Cloud Operations are very different from Data Center Operations, and your leadership needs to understand it
Share this page:

So, you’ve decided to move your workloads to Cloud?

Deploying/Migrating production workloads to a Public Cloud is the “new black” of the industry. Everyone is doing it. Why? To improve reliability, reduce Infrastructure CapEx, reduce infrastructure operations, and the list goes on.
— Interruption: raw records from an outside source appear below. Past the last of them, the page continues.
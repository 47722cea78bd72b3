"""The dew point of moist air, by the Magnus formula with the coefficients of Alduchov and
Eskridge (1996, J. Appl. Meteor. 35, 601-609): over water, within 0.4 % in vapour pressure from
-40 °C to 50 °C.

    γ = ln(RH) + a·t / (b + t),    t_dew = b·γ / (a − γ),    a = 17.625, b = 243.04 °C

with t and t_dew in °C and RH the relative humidity as a fraction.
"""
from __future__ import annotations

import math

A = 17.625
B = 243.04  # °C
ZERO_C = 273.15


def dew_point(relative: float, air: float) -> float:
    """Dew point in K of air at `air` K with relative humidity `relative` (0 < RH <= 1)."""
    t = air - ZERO_C
    gamma = math.log(relative) + A * t / (B + t)
    return B * gamma / (A - gamma) + ZERO_C
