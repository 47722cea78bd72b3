"""Results: the steady table, the waveforms, the checks; and the evaluation of expectations."""
from __future__ import annotations

from dataclasses import dataclass, field

import numpy as np

from netgen.checks import windows as W
from netgen.model.design import Design, Expectation, Signal
from netgen.model.expr import Binary, SignalRef, evaluate

_trapz = getattr(np, "trapezoid", None) or np.trapz


@dataclass
class Check:
    """One evaluated expectation."""

    text: str
    measured: float
    limit: float
    unit: str
    passed: bool
    loc: object = None
    detail: str = ""
    celsius: bool = False  # the limit was written in degC: show it so
    compare: str = ""  # an audit's comparison, printed before its limit: "≤" or "≥"


@dataclass
class Results:
    """What a run produced: steady values and waveforms by signal name, and checks."""

    design: Design
    signals: list[str]
    steady: dict[str, float] | None = None
    time: np.ndarray | None = None
    waveforms: dict[str, np.ndarray] = field(default_factory=dict)
    checks: list[Check] = field(default_factory=list)
    stats: dict = field(default_factory=dict)
    initial: dict[str, float] = field(default_factory=dict)
    modes: list | None = None  # analysis.modes.Mode, slowest first
    forecast: list = field(default_factory=list)  # analysis.modes.Forecast: linear estimates of swings
    figures: list[dict] = field(default_factory=list)  # per module, see merit.figures
    figures_at: str = ""
    cautions: list[str] = field(default_factory=list)
    responses: list = field(default_factory=list)  # solve.response.Response, in the file's order
    windows: list[dict] = field(default_factory=list)  # {"line", "start", "end", "duration"} per window
    events: list[dict] = field(default_factory=list)  # {"element", "what", "time"}: switches acting on conditions

    def __getitem__(self, signal: str) -> np.ndarray:
        return self.waveforms[signal]

    def __repr__(self) -> str:
        parts = []
        if self.steady is not None:
            parts.append("steady")
        if self.time is not None:
            parts.append(f"transient of {len(self.time)} points to {float(self.time[-1]):g} s")
        if self.modes is not None:
            parts.append(f"{len(self.modes)} modes")
        passed = sum(c.passed for c in self.checks)
        checks = f", {passed} of {len(self.checks)} checks pass" if self.checks else ""
        n = len(self.signals)
        return f"<Results {self.design.file}: {', '.join(parts) or 'nothing solved'}, {n} signal{'s' * (n != 1)}{checks}>"

    def to_frame(self):
        """The recorded signals as a table: over the transient (a `time` column, then one column
        per signal) if there is one, else the steady state as one row. A pandas DataFrame when
        pandas is installed, else a dict of numpy arrays by column.

        Example:
            >>> res = netgen.load("examples/detector_cooler.etn").run()
            >>> res.to_frame()["T(die)"][-1]     # the die's temperature at the end, in K
        """
        if self.time is not None:
            data = {"time": np.asarray(self.time, dtype=float)}
            data.update({s: np.asarray(self.waveforms[s], dtype=float) for s in self.signals if s in self.waveforms})
        else:
            data = {s: np.array([float(v)]) for s, v in (self.steady or {}).items()}
        try:
            import pandas
        except ImportError:
            return data
        return pandas.DataFrame(data)

    @property
    def passed(self) -> bool:
        return all(c.passed for c in self.checks)


def refs(expr) -> list[SignalRef]:
    return [n for n in expr.walk() if isinstance(n, SignalRef)]


def series(expr, t: np.ndarray, signals) -> np.ndarray:
    """An expression of signals over the times t, undefined (NaN) where a denominator is zero to
    round-off (below 1e-9 of its own largest size): a ratio such as P(load) / Q(teg.a) before a
    ramp starts is 0/0 there, not ±5e30."""
    y = np.array(np.broadcast_to(evaluate(expr, t, signals=signals), t.shape), dtype=float)
    for node in expr.walk():
        if isinstance(node, Binary) and node.op == "/" and node.b.uses_signals:
            den = np.abs(np.broadcast_to(evaluate(node.b, t, signals=signals), t.shape))
            y[den <= 1e-9 * np.max(den, initial=0.0)] = np.nan
    return y


def evaluate_expectation(e: Expectation, res: Results, signal_of) -> Check:
    """Aggregate a signal expression and compare with its limit."""
    names = {r.text for r in refs(e.expr)}
    if e.agg == "steady":
        if res.steady is None:
            return Check(e.text, float("nan"), e.limit, e.unit, False, e.loc, "the design has no `steady` analysis")
        values = {n: np.atleast_1d(np.asarray(signal_of("steady", n), dtype=float)).ravel()[:1] for n in names}
        measured = float(np.atleast_1d(evaluate(e.expr, 0.0, signals=values)).ravel()[0])
    else:
        if res.time is None:
            return Check(e.text, float("nan"), e.limit, e.unit, False, e.loc, "the design has no `transient` analysis")
        t = res.time
        values = {n: signal_of("transient", n) for n in names}
        if e.agg == "window":
            return _window(e, res, t, values)
        y = series(e.expr, t, values)
        if e.agg.startswith("time of"):
            mask = ~np.isnan(y)
            if e.between:
                mask &= (t >= e.between[0]) & (t <= e.between[1])
            measured = float(W.extreme(t, y, e.agg[-3:], mask)[0])
            if not np.isfinite(measured):
                return Check(e.text, float("nan"), e.limit, e.unit, False, e.loc, "no samples in the interval")
        elif e.agg == "at":
            measured = float(np.interp(e.at_time, t, y))
        else:
            mask = np.ones_like(t, dtype=bool)
            if e.between:
                mask = (t >= e.between[0]) & (t <= e.between[1])
            mask &= ~np.isnan(y)  # where a ratio is 0/0 it says nothing
            seg, tt = y[mask], t[mask]
            if len(seg) == 0:
                return Check(e.text, float("nan"), e.limit, e.unit, False, e.loc, "no samples in the interval")
            if e.agg == "max":
                measured = float(seg.max())
            elif e.agg == "min":
                measured = float(seg.min())
            elif e.agg == "final":
                measured = float(seg[-1])
            else:  # mean over time, trapezoidal
                span = tt[-1] - tt[0]
                measured = float(_trapz(seg, tt) / span) if span > 0 else float(seg[0])
    return _compare(e, measured)


def _compare(e: Expectation, measured: float, detail: str = "") -> Check:
    lim = e.limit
    if e.cmp == "=":
        tol = e.within if e.within >= 0 else -e.within * abs(lim)
        ok = abs(measured - lim) <= tol
    else:
        ok = {"<": measured < lim, "<=": measured <= lim, ">": measured > lim, ">=": measured >= lim}[e.cmp]
    return Check(e.text, measured, lim, e.unit, bool(ok), e.loc, detail, celsius=e.celsius)


def _window(e: Expectation, res: Results, t, values) -> Check:
    """`expect window ... lasts CMP D`: every window is kept in the Results; the longest is judged."""
    margins = [np.nan_to_num(series(m, t, values), nan=-1.0) for m in e.margins]  # 0/0: does not hold
    found = W.windows(t, margins)
    line = e.loc.line if e.loc is not None else None
    res.windows += [{"line": line, "start": float(w.start), "end": float(w.end), "duration": float(w.duration)}
                    for w in found]
    longest = max((w.duration for w in found), default=0.0)
    many = len(found)
    detail = ("no window" if not many else f"the longest of {many} windows" if many > 1 else "one window")
    return _compare(e, longest, detail)


__all__ = ["Results", "Check", "evaluate_expectation", "Signal"]
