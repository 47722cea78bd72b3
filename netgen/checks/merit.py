"""Figures of merit of each module (COP or efficiency beside the ideal limits) and safety cautions.

The ideal limits are those of CHECKS.md 4-6 (CRC Handbook of Thermoelectrics; Ioffe), for the
module's S, R, K at the solved side temperatures.
"""
from __future__ import annotations

import math

import numpy as np

from netgen.checks.dewpoint import dew_point
from netgen.model.design import THERMAL, Design
from netgen.elements import Thermoelectric

FREEZING = 273.15
# The hot side a ΔT_max is quoted at when a module states no rating temperature: 27 °C, one of
# the hot-side temperatures catalogues quote (common practice; others use 25 °C or 50 °C).
CATALOGUE_HOT = 300.15


def dt_max_from_hot(m: Thermoelectric, hot: float) -> float:
    """Ideal ΔT_max with the hot side held at `hot` (no heat load, the best current): the cold
    side reaches T_c = (√(1 + 2·Z·T_h) − 1)/Z (the ideal cooler equations of CHECKS.md 4). Z is
    taken at the mean side temperature, found by a few fixed-point steps."""
    dt = 0.0
    for _ in range(20):
        S, R, K = (float(v) for v in m.values_at(hot - 0.5 * dt))
        Z = S * S / (R * K)
        new = hot - (math.sqrt(1 + 2 * Z * hot) - 1) / Z
        if abs(new - dt) < 1e-9:
            break
        dt = new
    return new


def module_signals(d: Design) -> list[str]:
    """The signals `figures` reads of each module (a long transient keeps only what is read)."""
    return [text for m in d.of_kind(Thermoelectric) for text in (
        f"T({m.a})", f"T({m.b})", f"I({m.name})", f"P({m.name})", f"Q({m.name}.a)", f"Q({m.name}.b)")]


def figures(d: Design, value) -> list[dict]:
    """`value(signal)` gives a solved scalar (the steady state, or the end of the transient)."""
    out = []
    for m in d.of_kind(Thermoelectric):
        Ta, Tb = value(f"T({m.a})"), value(f"T({m.b})")
        I = value(f"I({m.name})")
        P = value(f"P({m.name})")
        Qa, Qb = value(f"Q({m.name}.a)"), value(f"Q({m.name}.b)")
        S, R, K = (float(v) for v in m.values_at(0.5 * (Ta + Tb)))
        Z = S * S / (R * K)
        Tc, Th = min(Ta, Tb), max(Ta, Tb)
        Tm, dT = 0.5 * (Tc + Th), Th - Tc
        root = math.sqrt(1 + Z * Tm)
        row = {"module": m.name, "current": I, "power": P, "Z": Z, "ZT": Z * Tm,
               "cold_side": m.a if Ta <= Tb else m.b, "T_cold": Tc, "T_hot": Th}
        cold_heat = Qa if Ta <= Tb else -Qb  # heat taken from the colder side
        if abs(I) < 1e-6 * S * Tc / R:
            row["mode"] = "idle"
        elif P > 0 and cold_heat > 0:
            row["mode"] = "cooling"
            row["cop"] = cold_heat / P
            row["cooling_power"] = cold_heat
            if dT > 0:
                row["cop_max"] = (Tc / dT) * (root - Th / Tc) / (root + 1)
                row["current_best_cop"] = S * dT / (R * (root - 1))
            row["current_max"] = S * Tc / R
            row["dt_max"] = 0.5 * Z * Tc * Tc
            row["rated_hot"] = m.rated_hot if m.rated_hot is not None else CATALOGUE_HOT
            row["dt_max_rated"] = dt_max_from_hot(m, row["rated_hot"])
        elif P < 0 and dT > 0:
            hot_heat = Qa if Ta > Tb else -Qb  # heat taken from the hotter side
            row["mode"] = "generating"
            row["efficiency"] = -P / hot_heat if hot_heat > 0 else float("nan")
            row["efficiency_max"] = (dT / Th) * (root - 1) / (root + Tc / Th)
            row["power_matched"] = (S * dT) ** 2 / (4 * R)
            row["electrical_power"] = -P
        else:
            row["mode"] = "heating"
        out.append(row)
    return out


def cautions(d: Design, series) -> list[str]:
    """`series(signal)` gives every solved value of a signal (steady and transient together), or
    of a node's own temperature at least its smallest and largest (a long run keeps only those).
    With a `humidity`, every thermal node colder than the dew point is named (water condenses
    on such a surface); the freezing caution of a module's side stays."""
    notes = []
    if d.humidity is not None:
        dew = dew_point(d.humidity.relative, d.humidity.air)
        for n in d.nodes.values():
            if n.domain != THERMAL:
                continue
            T = np.asarray(series(f"T({n.name})"))
            if len(T) and float(T.min()) < dew:
                notes.append(f"`{n.name}` goes down to {T.min() - FREEZING:.1f} °C, below the dew point of "
                             f"{dew - FREEZING:.1f} °C ({100 * d.humidity.relative:g} % humidity at "
                             f"{d.humidity.air - FREEZING:.1f} °C): water condenses on it")
    for m in d.of_kind(Thermoelectric):
        for side in (m.a, m.b):
            T = np.asarray(series(f"T({side})"))
            if len(T) == 0:
                continue
            if m.hottest is not None and float(T.max()) > m.hottest:
                notes.append(f"module `{m.name}`: side `{side}` reaches {T.max() - FREEZING:.1f} °C, above its "
                             f"stated limit of {m.hottest - FREEZING:.1f} °C; it needs a better heat sink or less drive")
            if float(T.min()) < FREEZING:
                notes.append(f"module `{m.name}`: side `{side}` goes down to {T.min() - FREEZING:.1f} °C, below "
                             "freezing: frost and condensation can form on the cold side and the electronics on it")
    return list(dict.fromkeys(notes))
While we all tend to focus on the first part of the journey (cloud Architecture and cost estimation of our service once we “upload it all” to the Cloud), most big organizations tend to forget the Day 2 Ops. What’s the issue? Your Data Center Operations model won’t fit anymore. If you’re lucky - you’ve realized this before your production workloads are already in the cloud.

NOC

Let’s review some of the differences between what’s required to successfully operate a Data Center, versus Public Cloud.

Data Center Public Cloud
Bunch of independent Operation Teams, each one taking care only of their “parcel” (Data Bases, Network, Security, Storage, Virtualization etc.) One Team, having the entire Service in mind when creating Processes and Procedures.
Each team uses their own set of tools for Monitoring, Visibility, etc. A Single Tool Set, allowing different sub-teams to share dashboards, access logs and metrics.
Each operations group only cares about the metrics of their system. Healthy = my system says everything is OK. Product Owner defines what “application is healthy” means, and the Operations Teams need to unify the efforts to meet the objectives.

I’ll be honest, it’s a big change, but - it’s doable. After seeing a huge number of customers around Europe trying different models, failing, and trying again, I’ve managed to summarize te conclusions into 3 simple tips, that I wish I had.
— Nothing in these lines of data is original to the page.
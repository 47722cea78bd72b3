"""Signals from solved states, and Results: the steady table, the waveforms, expectations."""
from __future__ import annotations

from dataclasses import dataclass, field

import numpy as np

from netgen.solve.assembly import System
from netgen.model.design import (
    ELECTRICAL, THERMAL, Capacitor, CurrentSource, Design, Expectation, Fixed, Heat, Inductor,
    Link, Resistor, Signal, Switch, Thermoelectric, VoltageSource,
)
from netgen.model.expr import SignalRef, evaluate

_trapz = getattr(np, "trapezoid", None) or np.trapz


def default_signals(d: Design) -> list[str]:
    """LANGUAGE.md: all node temperatures and voltages, and the currents of inductors,
    sources and thermoelectric elements."""
    out = [f"T({n.name})" for n in d.nodes.values() if n.domain == THERMAL]
    out += [f"V({n.name})" for n in d.nodes.values() if n.domain == ELECTRICAL and n.name not in d.grounds]
    out += [f"I({e.name})" for e in d.elements if isinstance(e, (Inductor, VoltageSource, CurrentSource, Thermoelectric))]
    return out


class SignalEval:
    """Computes any signal of the language from states x (k×n), their derivatives and times."""

    def __init__(self, d: Design, sys: System):
        self.d, self.sys = d, sys

    def _node(self, X, name):
        i = self.sys.node_index[name]
        return X[:, i] if i < self.sys.n else np.zeros(X.shape[0])

    def __call__(self, text: str, X, Xdot, t, left: bool = False) -> np.ndarray:
        """`left` (one flag or one per sample) takes the limit from before at source corners."""
        kind, inner = text[0], text[2:-1]
        args = [a.strip() for a in inner.split(",")]
        d, sys = self.d, self.sys
        if kind in ("T", "V"):
            v = self._node(X, args[0])
            return v - self._node(X, args[1]) if len(args) == 2 else v
        name = args[0]
        if kind == "Q" and "." in name and d.element(name) is None:
            base, side = name.rsplit(".", 1)
            e = d.element(base)
            I = X[:, sys.branch_index[e.name]]
            Ta, Tb = self._node(X, e.a), self._node(X, e.b)
            S, R, K = e.values_at(0.5 * (Ta + Tb))
            cond = K * (Ta - Tb)
            if side == "a":
                return S * Ta * I - 0.5 * I * I * R + cond
            return S * Tb * I + 0.5 * I * I * R + cond
        e = d.element(name)
        if kind == "Q":
            if isinstance(e, Link):
                return e.conductance * (self._node(X, e.a) - self._node(X, e.b))
            if isinstance(e, Heat):
                return np.array([e.power.at(float(tt), lf) for tt, lf in _pairs(t, left)])
            if isinstance(e, Fixed):
                return X[:, sys.branch_index[e.name]]
        current = self._current(e, X, Xdot, t, left)
        if kind == "I":
            return current
        if kind == "P":
            u = self._node(X, e.a if not isinstance(e, Thermoelectric) else e.p) - \
                self._node(X, e.b if not isinstance(e, Thermoelectric) else e.n)
            if isinstance(e, (VoltageSource, CurrentSource)):
                return -u * current  # a source delivering power takes negative power
            return u * current
        raise KeyError(text)

    def _current(self, e, X, Xdot, t, left=False):
        sys = self.sys
        if isinstance(e, (Inductor, VoltageSource, Thermoelectric)):
            return X[:, sys.branch_index[e.name]]
        if isinstance(e, CurrentSource):
            return np.array([e.value.at(float(tt), lf) for tt, lf in _pairs(t, left)])
        u = self._node(X, e.a) - self._node(X, e.b)
        if isinstance(e, Resistor):
            r = np.full(X.shape[0], e.resistance)
            if e.tempco is not None:
                T = self._node(X, e.tempco.node)
                r = e.resistance * np.maximum(1 + e.tempco.alpha * (T - e.tempco.ref), 1e-6)
            return u / r
        if isinstance(e, Capacitor):
            ud = self._node(Xdot, e.a) - self._node(Xdot, e.b)
            return e.capacitance * ud
        if isinstance(e, Switch):
            g = np.array([1.0 / (e.r_on if _closed(e, float(tt), lf) else e.r_off) for tt, lf in _pairs(t, left)])
            return g * u
        raise KeyError(e.name)


def _pairs(t, left):
    """(time, from-the-left flag) for every sample; `left` is one flag or one per sample."""
    t = np.atleast_1d(t)
    flags = np.broadcast_to(np.asarray(left, dtype=bool), t.shape)
    return zip(t.tolist(), flags.tolist())


def _closed(sw: Switch, t: float, left: bool) -> bool:
    """Closed on [t1, t2); from the left, on (t1, t2]."""
    if not left:
        return sw.closed_at(t)
    return any(t1 < t <= t2 for t1, t2 in sw.intervals)


@dataclass
class Check:
    """One evaluated expectation."""

    text: str
    measured: float
    limit: float
    unit: str
    passed: bool
    loc: object = None
    detail: str = ""
    celsius: bool = False  # the limit was written in degC: show it so


@dataclass
class Results:
    """What a run produced: steady values and waveforms by signal name, and checks."""

    design: Design
    signals: list[str]
    steady: dict[str, float] | None = None
    time: np.ndarray | None = None
    waveforms: dict[str, np.ndarray] = field(default_factory=dict)
    checks: list[Check] = field(default_factory=list)
    stats: dict = field(default_factory=dict)
    initial: dict[str, float] = field(default_factory=dict)
    modes: list | None = None  # analysis.modes.Mode, slowest first
    forecast: list = field(default_factory=list)  # analysis.modes.Forecast: linear estimates of swings
    figures: list[dict] = field(default_factory=list)  # per module, see merit.figures
    figures_at: str = ""
    cautions: list[str] = field(default_factory=list)

    def __getitem__(self, signal: str) -> np.ndarray:
        return self.waveforms[signal]

    @property
    def passed(self) -> bool:
        return all(c.passed for c in self.checks)


def signal_texts(d: Design) -> list[str]:
    return [s.text for s in d.records] if d.records else default_signals(d)


def refs(expr) -> list[SignalRef]:
    return [n for n in expr.walk() if isinstance(n, SignalRef)]


def evaluate_expectation(e: Expectation, res: Results, signal_of) -> Check:
    """Aggregate a signal expression and compare with its limit."""
    names = {r.text for r in refs(e.expr)}
    if e.agg == "steady":
        if res.steady is None:
            return Check(e.text, float("nan"), e.limit, e.unit, False, e.loc, "the design has no `steady` analysis")
        values = {n: np.atleast_1d(np.asarray(signal_of("steady", n), dtype=float)).ravel()[:1] for n in names}
        measured = float(np.atleast_1d(evaluate(e.expr, 0.0, signals=values)).ravel()[0])
    else:
        if res.time is None:
            return Check(e.text, float("nan"), e.limit, e.unit, False, e.loc, "the design has no `transient` analysis")
        t = res.time
        values = {n: signal_of("transient", n) for n in names}
        series = np.broadcast_to(evaluate(e.expr, t, signals=values), t.shape).astype(float)
        if e.agg == "at":
            measured = float(np.interp(e.at_time, t, series))
        else:
            mask = np.ones_like(t, dtype=bool)
            if e.between:
                mask = (t >= e.between[0]) & (t <= e.between[1])
            seg, tt = series[mask], t[mask]
            if len(seg) == 0:
                return Check(e.text, float("nan"), e.limit, e.unit, False, e.loc, "no samples in the interval")
            if e.agg == "max":
                measured = float(seg.max())
            elif e.agg == "min":
                measured = float(seg.min())
            elif e.agg == "final":
                measured = float(seg[-1])
            else:  # mean over time, trapezoidal
                span = tt[-1] - tt[0]
                measured = float(_trapz(seg, tt) / span) if span > 0 else float(seg[0])
    lim = e.limit
    if e.cmp == "=":
        tol = e.within if e.within >= 0 else -e.within * abs(lim)
        ok = abs(measured - lim) <= tol
    else:
        ok = {"<": measured < lim, "<=": measured <= lim, ">": measured > lim, ">=": measured >= lim}[e.cmp]
    return Check(e.text, measured, lim, e.unit, bool(ok), e.loc, celsius=e.celsius)


__all__ = ["Results", "SignalEval", "Check", "default_signals", "signal_texts", "evaluate_expectation", "Signal"]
TIP 1: Have your C-suite in the room, even though you’re discussing IT Ops

Cultural changes, such as this, need to come from top down. It’s likely that your COO or CTO don’t get this at first, but you can’t fight this war alone. If the change is cultural - it needs to come from the leadership, because Operations Folk is not happy to accept the change otherwise.
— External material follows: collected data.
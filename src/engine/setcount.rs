//! Gear sets counted in bulk by meeting in the middle, for the meet engine: when every pairing
//! of an allowed driver with an allowed driven gear of other teeth is a stage, a gear set of
//! `n` stages is a multiset of `n` drivers and one of `n` driven gears whose products make a
//! ratio within tolerance, less the pairs no pairing of which avoids a 1:1 stage (by Hall's
//! theorem: a tooth count carried `a` times by the drivers and `b` times by the driven gears
//! with `a + b > n`). Each side's multisets are listed as bare products (`u32` where the
//! largest fits, else `u64`), one entry a multiset, sorted; the pairs within tolerance are
//! counted by a monotone sweep of both lists (as the driver product rises, the window of driven
//! products within tolerance moves only forward) with the exact test at its edges, or, when
//! one list is much the shorter, by binary searches from it. It owns only this count; which
//! problems it applies to is asked of it.

use rayon::prelude::*;

use super::space::SearchSpace;
use crate::numbers::rational::{Ratio, RelError};

/// Most bytes the listed products may take, both sides and every size of multiset together
/// (sorting is in place, so this is the count's peak): beyond it the gear sets are not
/// counted. Four stages of 12..200 teeth take about 0.2 GiB (one list of 55 million `u32`
/// serving both sides); the budget reaches about 320 tooth counts a side.
pub const PRODUCT_BYTES_BUDGET: u64 = 1 << 30;

/// The allowed teeth of each side, when every pairing of other teeth is a stage.
pub struct SetCounter {
    drivers: Vec<u32>,
    driven: Vec<u32>,
    target: Ratio,
    tolerance: Ratio,
}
In my experience, the best way to do this is not to organize all this yourself. Instead - look for external allies, such as Cloud Provider’s account team. They will definitely have a set of Workshops and Assessments to help you, and your Leadership will take their advise more seriously (cruel world… I know).

TIP 2: SRE is likely to fit your organization

You can push this cultural change as DevOps, but DevOps as a term has been abused and misused so much by the industry, that it’s become difficult to find 2 people who agree on what it is. One thing we’re clear on - DevOps is a culture, and cultural changes are the most difficult ones. And since the change is so big, you’re better off pushing something that has an explicit definition “on google”.

SRE is an implementation of DevOps, invented by Google. The entire concept, along with the ways to customize it to your organization, help product teams define their SLIs and SLOs for the desired Reliability, is very well documented, in a number of free books published by Google:

My favorite misconception (that goes together with this tip): but we’re not Google, this doesn’t apply to us. This is exactly why SRE is so brilliant - a customization of it can work literally in any kind of organization. Do you know why Google invented SRE? Because of the huge variety of different applications of services they are running, and they needed “one DevOps model to rule them all”. Trust me, if SRE works on ALL Google Services - it will 100% work in your organization. And yes, you will definitely need to “tune it” a little bit, it’s not “one size fits all” out of the book.

TIP 3: Consider Processes, then Products, then People

In the beginning of the journey, it seems like your only problem is the skills. Sure, you do need your Ops engineers to learn YAML and Python, and your Developers to expand their skills into the Infrastructure, but the order you need to take care of things is the following:

  • Processes: There’s a misconception that the skill is your only problem. It’s not. You first need to analyze your processes (how your users can open a support case, how support cases are handled and escalated, how war room is created and managed, who handles external communication when the service is down etc.). Downtime is not a good time to discuss who does what, you’ll want all your brains looking at the problem.
  • Product: Product Teams need to understand how to make Operable Products. SREs will provide that definition, and help your product teams improve the product quality.
  • People: Once your processes are defined, and your Product Teams know how to create products that match your description of “operational excellence”, you can get into analyzing how to regroup and reorganize your operation team.

If you do all this well, you’ll be able to operate Cloud with a smaller better organized team, you’ll be able to onboard more products, and your operations staff will start feeling as part of the team. Your operations will no longer be a dumpster where you throw half-done products with huge technical dept. This will lead into a more efficient, and happier team.